Saya adalah salah satu orang yang percaya bahwa monster itu dicipta, bukan dilahirkan. Monster itu ada di dalam diri setiap manusia, bersembunyi. Dan mungkin jika diberi lampu hijau, dia akan menyeruak keluar menunjukkan jati dirinya suatu saat nanti.

… .

Ray

Kenapa ya, manusia itu melakukan kejahatan?” kudengar Haze menggumam sendirian di pojokan dengan terus memandangi ponselnya.

“Kenapa Ze?” sahutku kepada Haze. Kulihat Haze tiba-tiba berdiri terkejut mendengar sahutanku. “Hah? Apa? Kenapa Bang?”

“Ngomong sendiri? Kirain nanya,” balasku kemudian lalu mengacuhkannya dan memandang kembali layar komputerku. Beberapa saat tak terdengar lagi suara Haze, hingga tiba-tiba, anak itu sudah berdiri disebelah kananku.

“Bang,” kata Haze pelan. Kali ini aku yang terkejut karena memang tidak menyadari kedatangannya. “Kenapa ya, manusia itu melakukan kejahatan?” tanyanya kemudian. 

“Nanya?” tanyaku padanya, memastikan kalau kali ini dia benar-benar bertanya, walau aku sudah tahu sih kalau dia emang nanya. Haze mengangguk.

“Kenapa kamu melakukan kejahatan?” tanyaku kemudian. Kulihat Haze mengerutkan kening. “Aku … gak melakukan kejahatan kok,” jawabnya ragu-ragu. Aku refleks tertawa mendengar jawabannya dan melihat ekspresi bingungnya yang konyol.

“Hahaha, maksudku, lu pernah melakukan suatu kejahatan, kan?” akhirnya kuperjelas maksud pertanyaanku tadi. Haze meraih kursi di ujung, lalu duduk di sampingku. Sepertinya ini akan menjadi perbincangan yang serius.

“Mmm, yah, pernah … mungkin. Kalau apa yang biasanya ‘kulakukan’ sama om-om dan tante-tante kesepian itu bisa dikategorikan kejahatan,” jawab Haze dengan setengah menggumam. Kurasakan dia tidak nyaman membicarakan itu.

“Pertama, mungkin kita perlu pahami dulu apa itu kejahatan. Jadi, kejahatan itu apa?” aku bertanya lagi. Ya, beginilah caraku mengobrol dengan seseorang. Jika dia memiliki sebuah pertanyaan, aku akan berusaha supaya dia sendiri yang mendapatkan jawabannya. Aku tidak akan berusaha menjawab pertanyaanya. Aku hanya berusaha mendorongnya supaya dia bisa mendapatkan jawabannya sendiri, dengan caranya sendiri.

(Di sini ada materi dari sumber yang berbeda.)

def _resampled_log(log: Log, opt: _ReadOptions) -> Log:
    """Bring a log of one time base to ``opt.resample_hz``, segment by segment."""
    from ..estimate.resample import Channel, resample_channels

    m = log.n_inputs
    names = (*log.input_names, *log.output_names)
    pieces = []
    for k, (a, b) in enumerate(log.segments):
        cols = [log.u[a:b, j] for j in range(m)] + [log.y[a:b, j] for j in range(log.n_outputs)]
        try:
            chans = [Channel(name, log.time[a:b], c, log.sample_time) for name, c in zip(names, cols, strict=True)]
            pieces.append(resample_channels(chans, opt.resample_hz, upsample=opt.upsample,
                                            tolerance=opt.jitter_tolerance))
        except (ResampleError, OptionError) as exc:
            where = f" (segment {k + 1} of {len(log.segments)})" if len(log.segments) > 1 else ""
            raise LogFormatError(getattr(exc, "reason", str(exc)) + where, path=log.source.path,
                                 channel=getattr(exc, "channel", None), hint=exc.hint) from exc
    values = np.concatenate([p.values for p in pieces]) if len(pieces) > 1 else pieces[0].values
    time = np.concatenate([p.time for p in pieces]) if len(pieces) > 1 else pieces[0].time
    stops = np.cumsum([p.time.shape[0] for p in pieces])
    segments = tuple((int(s - p.time.shape[0]), int(s)) for s, p in zip(stops, pieces, strict=True))
    t_s = 1.0 / opt.resample_hz
    timing = TimingStats(t_s, log.timing.jitter_std_s, log.timing.jitter_max_s,
                         log.timing.jitter_max_s / t_s, log.timing.basis)
    return Log(
        time=_readonly(time), u=_readonly(np.ascontiguousarray(values[:, :m])),
        y=_readonly(np.ascontiguousarray(values[:, m:])), input_names=log.input_names,
        output_names=log.output_names, input_units=log.input_units, output_units=log.output_units,
        sample_time=t_s, timing=timing, source=log.source, segments=segments,
        dropped_rows=log.dropped_rows, input_rates_hz=log.input_rates_hz,
        output_rates_hz=log.output_rates_hz,
        resampling=ResampleRecord(opt.resample_hz, pieces[0].channels, pieces[0].edge_samples, True),
    )


# --------------------------------------------------------------------------- argument checks


def _names_arg(value: str | Sequence[str] | None, name: str) -> tuple[str, ...]:
    if value is None:
        return ()
    if isinstance(value, str):
        return (value,)
    try:
        out = tuple(value)
    except TypeError as exc:
        raise OptionError(f"{name} must be a column name or a list of names; got {value!r}") from exc
    for item in out:
        if not isinstance(item, str) or not item.strip():
            raise OptionError(f"{name} must hold non-empty column names; got {item!r}")
    return out


def _check_time_args(time: str | None, sample_rate: float | None, jitter_tolerance: float) -> None:
    if time is not None and sample_rate is not None:
        raise OptionError("give either a time column or a sample rate, not both")
    if sample_rate is not None:
        sample_rate_value(sample_rate, "sample_rate")
    fraction(jitter_tolerance, "jitter_tolerance")


def _check_roles(in_cols: list[Column], out_cols: list[Column]) -> None:
    _check_role_names([c.name for c in in_cols], [c.name for c in out_cols])


def _check_role_names(in_names: Sequence[str], out_names: Sequence[str]) -> None:
    seen: dict[str, str] = {}
    for role, names in (("input", in_names), ("output", out_names)):
        for name in names:
            key = name.lower()
            if key in seen:
                other = seen[key]
                if other != role:
                    raise OptionError(
                        f"column {name!r} is named both as an input and as an output"
                    )
                raise OptionError(f"column {name!r} is named twice as an {role}")
            seen[key] = role


def _check_magnitude(col: Column, table: Table) -> None:
    """Refuse values beyond :data:`ident._validate.MAX_SIGNAL_MAGNITUDE` (named by row and column)."""
    v = col.values
    if not v.size or (v.max() <= MAX_SIGNAL_MAGNITUDE and v.min() >= -MAX_SIGNAL_MAGNITUDE):
        return
    i = int(np.argmax(np.abs(v) > MAX_SIGNAL_MAGNITUDE))
    raise LogFormatError(
        f"value {float(v[i]):.3g} is beyond +-{MAX_SIGNAL_MAGNITUDE:g}: the sums of squares and fourth "
        "powers of the signals that rigfit forms would overflow double precision",
        path=table.source.path, **table.location(i, col.name),
        hint="express the column in other units (scale it) before fitting",
    )


def _stack(cols: list[Column], n: int) -> np.ndarray:
    out = np.empty((n, len(cols)), dtype=float)
    for j, c in enumerate(cols):
        out[:, j] = c.values
    out.flags.writeable = False
    return out
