def frequency_comparison(report: ValidationReport, *, output: int = 0, input: int = 0,
                         model: Any | None = None, axes: Sequence[Any] | None = None,
                         covariance: Any | None = None) -> Any:
    """Model against the measured frequency response with its confidence region, and where it is informative.

    Parameters
    ----------
    report : ValidationReport
    output, input : int, default 0
        Channel shown.
    model : ident.lti.models.StateSpaceModel, optional
        The model checked: its response is drawn on a dense logarithmic grid of
        :data:`DENSE_POINTS` frequencies (so a sharp resonance keeps its shape)
        and its units label the gain axis. Without it the model is drawn on the
        report's own dense grid (``report.spectral.dense_response``) and the
        gain is in output unit per input unit.
    axes : sequence of matplotlib.axes.Axes, optional
        Three axes: magnitude, phase, and coherence (Welch) or relative width
        of the region (periodic lines).
    covariance : ident.lti.covariance.ParameterCovariance, optional
        The model's parameter covariance: its confidence band (at the report's
        confidence, :func:`ident.lti.covariance.response_band`) is shaded
        about the model's gain and phase. Needs ``model``; ignored when its
        dimensions are not the model's.

    Returns
    -------
    matplotlib.figure.Figure
        The model on a dense grid; the estimate with its region (a band for the
        Welch estimate, error bars at the lines of a periodic input), dark where
        informative and pale elsewhere; the band judged and any misses marked;
        the verdict in the title. The gain axis is in dB with the gain in the
        output unit per input unit on the right; every line is named in a
        legend.
    """
    from matplotlib.patches import Patch

    if axes is None:
        fig, grid = _new_figure(3, width=10.5, height=2.3)
        axes = list(grid[:, 0])
    else:
        axes = list(axes)
        fig = axes[0].figure
    sp = report.spectral
    oname, iname = report.outputs[output], report.inputs[input]
    judged = sp.judgement(oname, iname)
    ax_mag, ax_ph, ax_low = axes[:3]
    curve = _model_curve(report, model, output, input)
    _draw_response(sp, output, input, curve, ax_mag, ax_ph,
                   band=_model_band(model, covariance, curve[0], sp.confidence, output, input))
    extra = []
    if judged.informative:
        for ax in (ax_mag, ax_ph):
            ax.axvspan(judged.low_hz, judged.high_hz, color=_JUDGED, zorder=0)
        extra.append(Patch(facecolor=_JUDGED, edgecolor="#9cc5bb", lw=0.6, label="band judged"))
    missed = [b for b in sp.mismatch_bands if b.output == oname and b.input == iname]
    for band in missed:
        ax_mag.axvspan(band.low_hz, band.high_hz, ymax=0.05, color=_BAD, zorder=1)
    if missed:
        extra.append(Patch(color=_BAD, label="model misses the data"))
    _draw_quality(sp, output, input, ax_low, (iname, oname))
    status = {"agrees": "agrees", "disagrees": "DISAGREES", "cannot_judge": "cannot judge"}[judged.status]
    where = f"; judged over {judged.low_hz:.3g}-{judged.high_hz:.3g} Hz (shaded)" if judged.informative else ""
    ax_mag.set_title(literal(f"{iname} → {oname}") + f": the model {status}{where}\n"
                     f"{100 * judged.informative_share:.0f} % of the excited band informative", fontsize=9, loc="left",
                     color={"agrees": _GOOD, "disagrees": _BAD}.get(judged.status, "#9a6b00"))
    for ax in axes[:3]:
        _style(ax)
    _gain_axis(ax_mag, _gain_unit(model, output, input))
    handles, labels = ax_mag.get_legend_handles_labels()
    _legend_beside(ax_mag, handles + extra, labels + [h.get_label() for h in extra], clear_in=0.75)
    ax_low.set_xlabel("frequency [Hz]", fontsize=8)
    return fig


def _model_curve(report: ValidationReport, model: Any | None, output: int, input: int
                 ) -> tuple[np.ndarray, np.ndarray]:
    """Frequencies [Hz] and the model's response: :data:`DENSE_POINTS` of them when the model is given."""
    sp = report.spectral
    fd = sp.dense_frequencies_hz
    if model is None:
        return fd, sp.dense_response[:, output, input]
    from ..lti.analysis import frequency_response

    dense = np.geomspace(fd[0], fd[-1], DENSE_POINTS)
    return dense, np.asarray(frequency_response(model, dense))[:, output, input]


def _model_band(model: Any | None, covariance: Any | None, frequencies: np.ndarray, confidence: float,
                output: int, input: int) -> tuple[np.ndarray, np.ndarray, np.ndarray] | None:
    """Lower and upper gain and the phase half-width (rad) of the model's confidence band, or ``None``."""
    if model is None or covariance is None or not covariance.matches(model):
        return None
    from ..lti.covariance import response_band

    band = response_band(model, covariance, frequencies, confidence)
    return (band.magnitude_low[:, output, input], band.magnitude_high[:, output, input],
            band.phase_halfwidth_rad[:, output, input])


def _gain_unit(model: Any | None, output: int, input: int) -> str:
    if model is None:
        return "output unit/input unit"
    from ..display import ratio_unit

    out_u = model.output_units[output] if output < len(model.output_units) else ""
    in_u = model.input_units[input] if input < len(model.input_units) else ""
    return ratio_unit(out_u, in_u) if (out_u or in_u) else "output unit/input unit"


def _gain_axis(ax: Any, unit: str) -> None:
    """Add a right-hand axis giving the gain of the dB scale in output unit per input unit."""
    from matplotlib.ticker import FixedLocator

    sec = ax.secondary_yaxis("right", functions=(lambda db: 10 ** (np.asarray(db) / 20.0),
                                                 lambda g: 20 * np.log10(np.maximum(np.asarray(g), 1e-300))))
    lo, hi = ax.get_ylim()
    decades = np.arange(math.floor(lo / 20.0), math.ceil(hi / 20.0) + 1)
    sec.yaxis.set_major_locator(FixedLocator(10.0 ** decades))
    sec.set_yticklabels([f"{10.0 ** d:g}" for d in decades])
    sec.set_ylabel(f"gain [{literal(unit)}]", fontsize=8)
    sec.tick_params(labelsize=7, colors=_INK)
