def prepare(
    data: Any,
    sample_time: float,
    options: PreprocessOptions | None = None,
    *,
    input_names: Sequence[str] | None = None,
    output_names: Sequence[str] | None = None,
    input_units: Sequence[str] | None = None,
    output_units: Sequence[str] | None = None,
    segment_starts: Sequence[int] | None = None,
    validation_data: Any = None,
    validation_starts: Sequence[int] | None = None,
    overwrite: bool = False,
) -> PreparedData:
    """Remove the operating point, detrend, decimate and split logged data.

    Parameters
    ----------
    data : Experiment, (u, y) pair, or sequence of them
        The raw records; each is one contiguous experiment (or a segment of a
        log between timing gaps). ``u`` has shape (N, m), ``y`` (N, p).
    sample_time : float
        Sample time of the raw records, in s.
    options : PreprocessOptions, optional
        What to do; default ``PreprocessOptions()``.
    input_names, output_names : sequence of str, optional
        Signal names; default ``u1, ...`` and ``y1, ...``.
    input_units, output_units : sequence of str, optional
        Signal units; default empty strings.
    segment_starts : sequence of int, optional
        Index of each record's first sample in the original log, used for the
        reported ranges; default: records laid end to end from index 0.
    validation_data : Experiment, (u, y) pair, or sequence of them, optional
        Separate validation records (another log). When given, ``holdout`` is
        not applied: the records of ``data`` are all estimation data, and these
        are the validation data.
    validation_starts : sequence of int, optional
        Index of each validation record's first sample in its own log (records
        laid end to end from index 0 by default).
    overwrite : bool, default False
        Let the operating point be subtracted in place in the arrays of
        ``data`` when they are writeable float64 and neither ``detrend`` nor
        ``decimate`` is asked (the arrays then hold the deviations): saves a
        copy of the log, for callers that need the raw values no more.

    Returns
    -------
    PreparedData
        Estimation and validation experiments and the record of the steps.

    Raises
    ------
    OptionError
        Inconsistent shapes, non-finite values, or an experiment too short for
        the split or the decimation asked.

    Notes
    -----
    The split point of an experiment with ``N`` raw samples decimated by ``q``
    is ``s = round((1 - holdout) * ceil(N / q))`` in decimated samples, i.e.
    ``s * q`` in raw samples; the operating point and trend are computed on the
    raw samples ``[0, s q)``. See the module docstring for the order of steps.

    Examples
    --------
    >>> import numpy as np
    >>> u = np.arange(10.0)[:, None]
    >>> prep = prepare((u, 2 * u), 1.0, PreprocessOptions(holdout=0.3))
    >>> prep.operating_point.inputs.tolist(), prep.estimation_ranges, prep.validation_ranges
    ([3.0], ((0, 7),), ((7, 10),))
    """
    options = PreprocessOptions() if options is None else options
    if not isinstance(options, PreprocessOptions):
        raise OptionError(f"options must be PreprocessOptions; got {type(options).__name__}")
    sample_time = sample_time_value(sample_time)
    records = as_records(data)
    m, p = records[0][0].shape[1], records[0][1].shape[1]
    labels = _signal_labels(m, p, input_names, output_names, input_units, output_units)
    starts = _record_starts(records, segment_starts)
    q = options.decimate
    if validation_data is not None:
        return _prepare_separate(records, as_records(validation_data), sample_time, options, labels,
                                 starts, validation_starts)

    records, frozen = _without_frozen_tails(records, starts, options, ("the log", "segment"))  # 0. frozen tails
    splits = _split_points(records, q, options.holdout)  # 1. split points (raw samples)
    op_u, op_y = _operating_levels(records, splits, options, sample_time)  # 2. operating point
    operating_point = OperatingPoint(inputs=op_u, outputs=op_y)
    level = np.concatenate((op_u, op_y))

    estimation, validation, est_ranges, val_ranges, trends = [], [], [], [], []
    for (u, y), (s_dec, s_raw), start in zip(records, splits, starts, strict=True):
        if q == 1 and not options.detrend:
            # the deviations are made once and shared by the two parts (no copy of a copy)
            ud, yd = (_in_place(u, op_u), _in_place(y, op_y)) if overwrite else (u - op_u, y - op_y)
            est_u, est_y, val_u, val_y = ud[:s_dec], yd[:s_dec], ud[s_dec:], yd[s_dec:]
        else:
            z, coef = _deviations(u, y, level, s_raw, options.detrend)  # 3. detrend
            if coef is not None:
                trends.append(coef)
            # 4. decimate the whole experiment, then split
            z = _decimate(z, q)
            est_u, est_y = np.array(z[:s_dec, :m]), np.array(z[:s_dec, m:])
            val_u, val_y = np.array(z[s_dec:, :m]), np.array(z[s_dec:, m:])
            del z
        estimation.append(Experiment._owned(est_u, est_y))
        est_ranges.append((int(start), int(start + s_raw)))
        n_raw = u.shape[0]
        if val_u.shape[0] > 0:
            validation.append(Experiment._owned(val_u, val_y))
            val_ranges.append((int(start + s_raw), int(start + n_raw)))

    trend_array = None
    if options.detrend:
        trend_array = np.array(trends)
        trend_array.flags.writeable = False
    return PreparedData(
        estimation=as_experiments(estimation),
        validation=tuple(validation),
        operating_point=operating_point,
        sample_time=sample_time * q,
        decimation=q,
        estimation_ranges=tuple(est_ranges),
        validation_ranges=tuple(val_ranges),
        trends=trend_array,
        **labels,
        options=options,
        frozen_tails=frozen,
    )


def frozen_tail_length(u: np.ndarray, y: np.ndarray) -> int:
    """Count the trailing samples that repeat an earlier sample's values in every channel, bit for bit.

    The samples counted are those after the first one of the final run of
    identical rows (that one is where the signals arrived and is not counted);
    ``N - 1`` when the whole record holds one value.

    Parameters
    ----------
    u, y : numpy.ndarray
        Inputs (N, m) and outputs (N, p) of one record.

    Returns
    -------
    int
    """
    n = u.shape[0]
    last_u, last_y = u[-1], y[-1]
    end, block = n - 1, 256  # rows [end, n) equal the last row
    while end > 0:
        a = max(0, end - block)
        same = np.all(u[a:end] == last_u, axis=1) & np.all(y[a:end] == last_y, axis=1)
        if not same.all():
            first = a + int(np.flatnonzero(~same)[-1]) + 1  # first row of the final run
            return n - first - 1
        end, block = a, 2 * block
    return n - 1


def frozen_tail_rule(count: int, n: int) -> bool:
    """Return whether ``count`` trailing repeats (:func:`frozen_tail_length`) of an ``n``-sample record are left out.

    At least ``max(20, 1 %)`` of the record, and not the whole record (a
    record that is one value throughout is left to the signal checks).
    """
    return max(_FROZEN_MIN_SAMPLES, math.ceil(_FROZEN_MIN_FRACTION * n)) <= count < n - 1


def _without_frozen_tails(records: tuple, starts: Sequence[int], options: PreprocessOptions,
                          what: tuple[str, str]) -> tuple[tuple, tuple[tuple[int, int], ...]]:
    """Return the records without their frozen tails (step 0) and the ranges left out.

    ``what`` names the records in the warning: one record, and one of several
    (numbered from 1).
    """
    if not options.drop_frozen_tail:
        return records, ()
    kept, frozen = [], []
    for k, ((u, y), start) in enumerate(zip(records, starts, strict=True)):
        n = u.shape[0]
        count = frozen_tail_length(u, y)
        if frozen_tail_rule(count, n):
            a, b = int(start) + n - count, int(start) + n
            where = what[0] if len(records) == 1 else f"{what[1]} {k + 1}"
            warnings.warn(f"samples {a}-{b - 1} (the last {count} of {where}) repeat the values of sample {a - 1} in "
                          "every channel, to the last bit (a padded or stopped recording); they are left out of "
                          "estimation and validation", FrozenDataWarning, stacklevel=3)
            kept.append((u[:n - count], y[:n - count]))
            frozen.append((a, b))
        else:
            kept.append((u, y))
    return tuple(kept), tuple(frozen)
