@dataclass(frozen=True, slots=True, eq=False)
class DriftThresholds:
    """Limits beyond which a change counts as a breach (a failed gate).

    Parameters
    ----------
    frequency_shift_percent : float
        Largest allowed change of a matched mode's natural frequency, in percent of
        the baseline frequency. Default 10.
    damping_shift : float
        Largest allowed absolute change of a matched mode's damping ratio. Default 0.05.
    dc_gain_change_percent : float
        Largest allowed change of any channel's DC gain, in percent. Default 20.
    response_difference_db : float
        Largest allowed difference of the frequency-response magnitudes in the
        excited band, in dB. Default 6.
    new_modes_allowed : bool
        When false, a mode that appears or vanishes is a breach. Default true.
    match_cost_limit : float
        Pairs of modes whose matching cost exceeds this are not paired. The cost is
        ``|ln(f_new / f_base)| + |zeta_new - zeta_base|``; the default 0.7 pairs modes
        within about a factor of two in frequency.
    time_constant_shift_percent : float
        Largest allowed change of a matched real (non-oscillating) mode's time
        constant, in percent of the baseline time constant. Default 10. Real modes
        are judged by their time constant, oscillations by their natural
        frequency (``frequency_shift_percent``) and damping.
    """

    frequency_shift_percent: float = 10.0
    damping_shift: float = 0.05
    dc_gain_change_percent: float = 20.0
    response_difference_db: float = 6.0
    new_modes_allowed: bool = True
    match_cost_limit: float = 0.7
    time_constant_shift_percent: float = 10.0

    def __post_init__(self) -> None:
        for name in ("frequency_shift_percent", "damping_shift", "dc_gain_change_percent",
                     "response_difference_db", "match_cost_limit", "time_constant_shift_percent"):
            object.__setattr__(self, name, positive_float(getattr(self, name), name))
        if not isinstance(self.new_modes_allowed, bool):
            raise OptionError(f"new_modes_allowed must be true or false; got {self.new_modes_allowed!r}")

    @classmethod
    def from_mapping(cls, mapping: dict[str, Any]) -> DriftThresholds:
        """Build from a pipeline-file table; unknown keys are an :class:`OptionError`."""
        allowed = set(cls.__dataclass_fields__)
        unknown = sorted(set(mapping) - allowed)
        if unknown:
            raise OptionError(
                f"unknown drift threshold {unknown[0]!r}; valid: {', '.join(sorted(allowed))}"
            )
        return cls(**mapping)


@dataclass(frozen=True, slots=True, eq=False)
class ModeShift:
    """One mode's change between the baseline and the new model.

    Parameters
    ----------
    status : {"matched", "appeared", "vanished"}
        ``appeared``: only in the new model; ``vanished``: only in the baseline.
    baseline, new : Mode or None
        The mode in each model (``None`` where absent).
    frequency_shift_hz, frequency_shift_percent, damping_shift : float or None
        New minus baseline; ``None`` unless matched.
    z_score : float or None
        Frequency shift divided by its standard uncertainty, when both modes
        carry uncertainties; ``None`` otherwise.
    in_band : bool
        Whether the mode lies in the compared (excited) band in either model.
        A mode outside it is reported but breaches nothing: the data cannot
        pin it down.
    breaches : tuple of str
        Which thresholds this mode exceeds.
    time_constant_shift_s, time_constant_shift_percent : float or None
        New minus baseline time constant of a matched real mode; ``None``
        otherwise.
    """

    status: str
    baseline: Mode | None
    new: Mode | None
    frequency_shift_hz: float | None
    frequency_shift_percent: float | None
    damping_shift: float | None
    z_score: float | None
    in_band: bool
    breaches: tuple[str, ...]
    time_constant_shift_s: float | None = None
    time_constant_shift_percent: float | None = None


@dataclass(frozen=True, slots=True, eq=False)
class GainChange:
    """Change of one channel's DC gain (``inf`` for an integrating channel)."""

    input: str
    output: str
    baseline: float
    new: float
    change_percent: float | None
    breach: bool


@dataclass(frozen=True, slots=True, eq=False)
class ResponseDifference:
    """Largest frequency-response magnitude difference within the band.

    Parameters
    ----------
    band_hz : tuple of float
        The band compared.
    largest_db : float
        Largest ``|20 log10 |G_new| - 20 log10 |G_base||`` over the band and all channels.
    at_frequency_hz : float
        Where it occurs.
    input, output : str
        In which channel.
    frequencies_hz : numpy.ndarray, shape (F,)
    baseline_db, new_db : numpy.ndarray, shape (F, p, m)
        Magnitudes, for plotting.
    """

    band_hz: tuple[float, float]
    largest_db: float
    at_frequency_hz: float
    input: str
    output: str
    frequencies_hz: np.ndarray
    baseline_db: np.ndarray
    new_db: np.ndarray


@dataclass(frozen=True, slots=True, eq=False)
class DriftReport:
    """Everything that moved between two models, with threshold breaches.

    ``old_model_fit`` and ``new_model_fit`` (fit percent per output on the new log)
    are ``None`` when no log was given.
    """

    mode_shifts: tuple[ModeShift, ...]
    gain_changes: tuple[GainChange, ...]
    response: ResponseDifference
    old_model_fit: np.ndarray | None
    new_model_fit: np.ndarray | None
    thresholds: DriftThresholds
    outputs: tuple[str, ...] = field(default=())
    breaches: tuple[str, ...] = field(default=())

    @property
    def passed(self) -> bool:
        """True when no threshold is breached."""
        return not self.breaches


def _log_freq(mode: Any) -> float:
    return math.log(max(mode.natural_frequency_hz or 0.0, 1e-300))


def _damping(mode: Any) -> float:
    # an integrator (z = 1) has no damping ratio; it sits with the non-oscillating modes
    return 1.0 if mode.damping_ratio is None else mode.damping_ratio


def _comparable(modes: tuple[Mode, ...]) -> tuple[Mode, ...]:
    # poles at z = 0 or on (or near) the negative real axis have no continuous-time meaning
    return tuple(m for m in modes if m.natural_frequency_hz is not None and "negative_real" not in m.flags)


#: Added to the matching cost when a complex pair would be paired with a real pole.
_PAIR_MISMATCH_COST = 10.0


def match_modes(base: Sequence[Any], new: Sequence[Any], limit: float) -> list[tuple[int | None, int | None]]:
    """Pair the modes of two models by an optimal assignment on frequency and damping.

    Parameters
    ----------
    base, new : sequence of Mode
        The modes to pair; anything with ``natural_frequency_hz`` (not None),
        ``damping_ratio`` (None for an integrator) and ``is_pair`` attributes.
    limit : float
        Pairs whose cost exceeds this are not paired
        (:attr:`DriftThresholds.match_cost_limit`).

    Returns
    -------
    list of (int or None, int or None)
        Index pairs ``(i, j)`` of paired modes, then ``(i, None)`` for every
        unpaired mode of ``base`` and ``(None, j)`` for every unpaired one of ``new``.

    Notes
    -----
    The cost of pairing is ``|ln(f_new / f_base)| + |zeta_new - zeta_base|`` (a real
    pole counts as damping ratio 1), plus 10 when a complex pair would meet a real
    pole. Leaving a mode unpaired costs ``limit / 2`` (so a pair costing more than
    ``limit`` is never worth making), and the total cost over pairs and unpaired
    modes is minimised exactly by :func:`scipy.optimize.linear_sum_assignment` [1]_
    on the matrix augmented with those options (gated assignment). Without the
    gate, the assignment would pair every mode of the smaller set and could trade
    a close pair for two costly ones that are then dropped: an extra mode in one
    model could unpair a mode both share.

    References
    ----------
    .. [1] H. W. Kuhn, "The Hungarian method for the assignment problem", Naval
       Research Logistics Quarterly 2, 83-97, 1955.
    """
    if not base or not new:
        return [(i, None) for i in range(len(base))] + [(None, j) for j in range(len(new))]
    cost = np.array(
        [
            [
                abs(_log_freq(b) - _log_freq(n))
                + abs(_damping(b) - _damping(n))
                + (_PAIR_MISMATCH_COST if b.is_pair != n.is_pair else 0.0)
                for n in new
            ]
            for b in base
        ]
    )
    nb, nn = cost.shape
    skip = np.full((nb, nb), np.inf)
    np.fill_diagonal(skip, limit / 2)  # base mode i left unpaired
    skip_new = np.full((nn, nn), np.inf)
    np.fill_diagonal(skip_new, limit / 2)  # new mode j left unpaired
    gated = np.block([[np.where(cost <= limit, cost, np.inf), skip], [skip_new, np.zeros((nn, nb))]])
    rows, cols = linear_sum_assignment(np.where(np.isfinite(gated), gated, 1e12))
    pairs: list[tuple[int | None, int | None]] = []
    used_b, used_n = set(), set()
    for i, j in zip(rows, cols, strict=True):
        if i < nb and j < nn and cost[i, j] <= limit:
            pairs.append((int(i), int(j)))
            used_b.add(int(i))
            used_n.add(int(j))
    pairs += [(i, None) for i in range(len(base)) if i not in used_b]
    pairs += [(None, j) for j in range(len(new)) if j not in used_n]
    return pairs


def _breach_text(kind: str, s: ModeShift, th: DriftThresholds) -> str:
    if kind == "frequency shift":
        return (
            f"frequency shift: mode at {s.baseline.natural_frequency_hz:.4g} Hz -> {s.new.natural_frequency_hz:.4g} Hz "
            f"({s.frequency_shift_percent:+.1f} %, limit {th.frequency_shift_percent:g} %)"
        )
    if kind == "damping shift":
        return (
            f"damping shift: mode at {s.baseline.natural_frequency_hz:.4g} Hz, damping ratio "
            f"{_damping(s.baseline):.3g} -> {_damping(s.new):.3g} ({s.damping_shift:+.3g}, "
            f"limit {th.damping_shift:g})"
        )
    if kind == "time-constant shift":
        return (
            f"time-constant shift: real mode with time constant {s.baseline.time_constant_s:.4g} s -> "
            f"{s.new.time_constant_s:.4g} s ({s.time_constant_shift_percent:+.1f} %, "
            f"limit {th.time_constant_shift_percent:g} %)"
        )
    m = s.baseline or s.new
    if not m.is_pair and m.time_constant_s is not None:  # type: ignore[union-attr]
        return f"{kind}: real mode with time constant {m.time_constant_s:.4g} s"  # type: ignore[union-attr]
    return f"{kind}: mode at {m.natural_frequency_hz:.4g} Hz"  # type: ignore[union-attr]


def _frequency_std(mode: Mode) -> float | None:
    std = getattr(mode, "natural_frequency_std_hz", None)
    return None if std is None or not math.isfinite(std) else float(std)


def _mode_shift(b: Mode | None, n: Mode | None, th: DriftThresholds, band_hz: tuple[float, float]) -> ModeShift:
    lo, hi = band_hz
    in_band = any(m is not None and lo <= m.natural_frequency_hz <= hi for m in (b, n))
    if b is None or n is None:
        status = "appeared" if b is None else "vanished"
        breaches = () if th.new_modes_allowed or not in_band else (f"mode {status}",)
        return ModeShift(status, b, n, None, None, None, None, in_band, breaches)
    df = n.natural_frequency_hz - b.natural_frequency_hz
    df_pct = 100.0 * df / b.natural_frequency_hz if b.natural_frequency_hz > 0 else math.inf
    dz = _damping(n) - _damping(b)
    sb, sn = _frequency_std(b), _frequency_std(n)
    z_score = df / math.hypot(sb, sn) if sb is not None and sn is not None and (sb or sn) else None
    breaches = []
    tb, tn = b.time_constant_s, n.time_constant_s
    real = not b.is_pair and not n.is_pair and tb is not None and tn is not None and tb > 0
    dtau = tn - tb if real else None
    dtau_pct = 100.0 * dtau / tb if real else None
    if real:
        if in_band and abs(dtau_pct) > th.time_constant_shift_percent:
            breaches.append("time-constant shift")
    elif in_band and abs(df_pct) > th.frequency_shift_percent:
        breaches.append("frequency shift")
    if in_band and abs(dz) > th.damping_shift:
        breaches.append("damping shift")
    return ModeShift("matched", b, n, df, df_pct, dz, z_score, in_band, tuple(breaches), dtau, dtau_pct)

“Apa ya? Membunuh, merampok, memukul? Kupikir itu kejahatan,” jawab Haze.

“Apa iya? Bukankah itu cuma ‘contoh’ kejahatan saja, bukan definisi dari ‘kejahatan’ itu sendiri?”

Haze mengerutkan keningnya lagi sambil menggaruk-garuk kepalanya. “Iya juga ya. Bentar Bang,” kata Haze sambil mengeluarkan ponsel dari sakunya, lalu mengetikkan sesuatu.

“Jadi, kejahatan kalau menurut Kamus Besar Bahasa Indonesia, artinya adalah perbuatan yang jahat, sifat yang jahat, dosa, perilaku yang bertentangan dengan nilai dan norma yang berlaku yang telah disahkan oleh hukum tertulis,” jelas Haze sambil membaca hasil browsing di ponselnya. Aku benar-benar tidak bisa menahan ketawa melihat tingkah polos anak ini.

“Jadi?” tanyaku kemudian. lagi-lagi Haze tampak bingung. “Sudah paham kejahatan itu apa?” lanjutku. Haze menggeleng. “Kejahatan itu … sesuatu yang salah di mata hukum kah? Kalau menurut Bang Re gimana?”

“Kejahatan itu sesuatu yang subyektif, tapi dalam penilaiannya, entah bagaimana harus dipaksa menjadi obyektif,” jelasku akhirnya, karena gak mau pembicaraan ini berputar-putar disini terus.

“Maksudnya gimana Bang? Gak paham sumpah.”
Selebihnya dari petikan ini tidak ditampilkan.